Decompositing query args on One-Eye-Backend 🔗︎

This function restores the original Loki tail query URL or returns the intact URL if the error occurs.

const QueryArgsURLPart string = "queryargs"

var (
   QueryArgsRegxPattern string = fmt.Sprintf("/%s/(%s)/", QueryArgsURLPart, "[^/]*")
   QueryArgsRegx               = regexp.MustCompile(QueryArgsRegxPattern)
)

func PathToParams(uri *url.URL) *url.URL {
   if QueryArgsRegx.MatchString(uri.String()) {
      // cloning url
      result, err := url.Parse(uri.String())
      if err != nil {
         return uri
      }

        // checking the existence of composited query args
      subResults := QueryArgsRegx.FindStringSubmatch(result.String())
      if len(subResults) != 2 {
         return uri
        }

        // decomposites query args
      decodedArgs, err := base64.URLEncoding.DecodeString(subResults[1])
      if err != nil {
         return uri
      }

        // restores the original query args
      result.RawQuery = string(decodedArgs)

        // removing the composited query args from the path
      result.Path = QueryArgsRegx.ReplaceAllLiteralString(result.Path, "")

      return result
   }

   return uri
}

The decomposition function can be called on every request, it only matches with composited URLs, or returns the original URL if not a composite (the regex doesn’t match). The real implementation was more complex of course, but the basic idea was that, this way, our One Eye backend restored the form of the URL, and the Loki service received the original request.

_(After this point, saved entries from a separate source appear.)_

def speed_extrema(v, drop_m_s: float = MIN_SPEED_DROP_M_S):
    """The speed's turning points, with hysteresis: peaks and minima, alternating.

    One pass (the "zigzag" of a turning-point filter): a peak is confirmed when the
    speed falls ``drop_m_s`` below the highest speed since the last minimum, a minimum
    when it rises ``drop_m_s`` above the lowest since the last peak. A peak is placed at
    the last station of its top (where the speed starts falling), a minimum at its
    lowest station. Blanks (NaN) are passed over.

    Parameters
    ----------
    v : array-like
        Speed along the trace. [m/s]
    drop_m_s : float
        Hysteresis. [m/s]

    Returns
    -------
    peaks, valleys : numpy.ndarray of int
        Station indices, increasing. [-]

    Examples
    --------
    >>> p, m = speed_extrema([10.0, 20.0, 20.0, 12.0, 12.5, 12.2, 30.0, 25.0])
    >>> p.tolist(), m.tolist()
    ([2, 6], [3])
    """
    v = np.asarray(v, dtype=np.float64)
    peaks, valleys = [], []
    good = np.flatnonzero(np.isfinite(v))
    if good.size < 2:
        return np.zeros(0, np.int64), np.zeros(0, np.int64)
    # Running highs and lows change only where the speed turns (or is level), so the
    # pass visits those stations alone: the same result, a fraction of the steps.
    d = np.diff(v[good])
    turns = np.flatnonzero(d[1:] * d[:-1] <= 0.0) + 1
    visit = good[np.concatenate([turns, [good.size - 1]])]
    hi = lo = int(good[0])
    first = v[hi]
    state = 0  # 0: undecided, 1: rising (looking for a peak), -1: falling (for a minimum)
    for i in visit.tolist():
        x = v[i]
        rose, fell = v[hi] > first, v[lo] < first  # so far: the start is no extremum
        if x >= v[hi]:
            hi = i
        if x < v[lo]:
            lo = i
        if state >= 0 and x < v[hi] - drop_m_s:
            if state == 1 or rose:
                peaks.append(hi)
            state, lo = -1, i
        elif state <= 0 and x > v[lo] + drop_m_s:
            if state == -1 or fell:
                valleys.append(lo)
            state, hi = 1, i
    return np.asarray(peaks, dtype=np.int64), np.asarray(valleys, dtype=np.int64)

After we’ve released all the workaround changes, Loki’s /tail endpoint became useable through the CLI proxy.

Summary 🔗︎

Overall, we had ambivalent feelings about applying a workaround to a feature as basic as proxying a request. On one hand, it seemed unnecessary, on the other hand, it was a great exercise that sent us digging into the depths of Kubernetes.

In other words: this wouldn’t have been a big deal if it had had been outside Kubernetes, with a regular nginx, or if there had been more informative error handling in Loki.

A few thoughts about the components:

Kubernetes: the Kubernetes API server proxy issue (with HTTP query args) still exists despite the several issue tickets.

Nginx: we love Nginx but nginx-ingress is quite cumbersome to customize, this led us to move the rewrites to the One Eye backend (like rewrites, etc.).

Loki: the base-path URL handling problem was a bug, it will be fixed I’m sure, but the non-relevant error message made it hard to discover the problem. The Grafana/Loki HTTP api was very useful though.